Several ectotherms show lateralisation, particularly visual lateralisation. Such brain specialisation has an ancient origin and is still present in living vertebrates. One important advantage is the possibility for lateralised animals to carry out two tasks at the same time, without altering the efficiency of either one. Recent studies on the common wall lizard (Podarcis muralis) found right eye/left hemisphere bias for attention to the cues of prey, and left eye/right hemisphere bias for controlling antipredatory and exploratory behaviours. However, these studies were independent of each other and therefore were not empirical demonstrations that the directions of visual lateralisation found in this species are present in the same individual, allowing the simultaneous performance of dual tasks. In our study the same Podarcis muralis individuals carried out one exploratory and one predatory test each. We allowed each lizard to move freely in a circular arena, with opaque walls, with either nothing or mealworm larvae in the centre. In the first case the test was an exploratory test, while in the second case it was a predatory one. The results indicated that lizards preferentially used the left eye to observe the environment--i.e., during exploration--and just tended to use the right eye during predation. Hence we conclude that in the Podarcis muralis lizard lateralisation is expressed in the same individual in opposite directions, in accordance with previous observations.
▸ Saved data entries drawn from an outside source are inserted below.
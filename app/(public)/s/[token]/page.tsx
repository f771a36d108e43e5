import type { Metadata } from "next";
import Link from "next/link";
import { notFound } from "next/navigation";
import { ScenarioWorkbench } from "@/components/scenario/scenario-workbench";
import { RefusedLink } from "@/components/share/refused-link";
import { PublicHead } from "@/components/shell/public-head";
import { db } from "@/db/client";
import { getAddress } from "@/lib/server/actor";
import { openShareLinkFrom } from "@/lib/server/share";

export const metadata: Metadata = { title: "Shared scenario", robots: { index: false } };

export default async function SharedPage({ params }: { params: Promise<{ token: string }> }) {
  const { token } = await params;
  const opened = await openShareLinkFrom(db, await getAddress(), token);
  if (!opened.ok && opened.code === "link.unknown") notFound();
  if (!opened.ok) return <RefusedLink code={opened.code} />;
  const { title, document, revisionNumber, follows, workspaceName, label } = opened.value;
  return (
    <div className="flex min-h-dvh flex-col">
      <PublicHead>
        <Link className="button" href="/sign-in">
          Sign in
        </Link>
      </PublicHead>
      <p className="border-b border-rule bg-sheet px-5 py-2 text-ink2 max-[719px]:px-3">
        Shared by <b className="font-semibold text-ink">{workspaceName}</b>
        {label && ` as “${label}”`}: revision {revisionNumber}
        {follows === "newest" ? ", always the newest" : ", pinned"}. Play with the values; nothing you change is kept.
      </p>
      <main id="main" tabIndex={-1} className="flex grow flex-col outline-none">
        <ScenarioWorkbench initial={{ scenarioId: null, personId: null, mode: "guest", title, tags: [], base: { number: revisionNumber, document, savedAtMs: 0, authorName: workspaceName } }} />
      </main>
    </div>
  );
}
Lateralization in the escape behaviour of the common wall lizard (Podarcis muralis).

Lateralization in ectotherms is now as well studied as in endotherms. Bias in eye use seems widespread, particularly in several ectotherms, most of them having lateral eyes. Several studies evidenced that the right eye/left hemisphere is involved in predatory behaviour and food searching while the left eye/right hemisphere seems to control predator monitoring, making lateralized individuals able to carry out both tasks simultaneously. Starting from previous observations that demonstrated a right-eye/left-hemisphere preference for observing a prey in common wall lizards, Podarcis muralis, we investigated whether a visual lateralization in antipredatory behaviour is present too. In a first experiment, we induced lizards in a terrarium to escape from a simulated predator attacking from behind, recording the direction of the escape path in relation to the starting point. We found that the preferred escape direction of most lateralized individuals was to the right and there was also a strong rightward preference in escape direction as a whole. In a second experiment the lizards, again stimulated from behind, had to choose to run down either the right or the left arm of a semi-circular tunnel ("ram-horn" maze). The rightward preference in escape behaviour was confirmed in this experiment too. We conclude that the constant rightward escape could be due to a left-eye early perception of the threatening cue and to the possibility it gives of better monitoring of most of the terrarium surface. Moreover, we found a left bias in turning the head for monitoring the predatory stimulus during escape, supporting the hypothesis that such a preference is likely due to visual lateralization rather than to motor lateralization.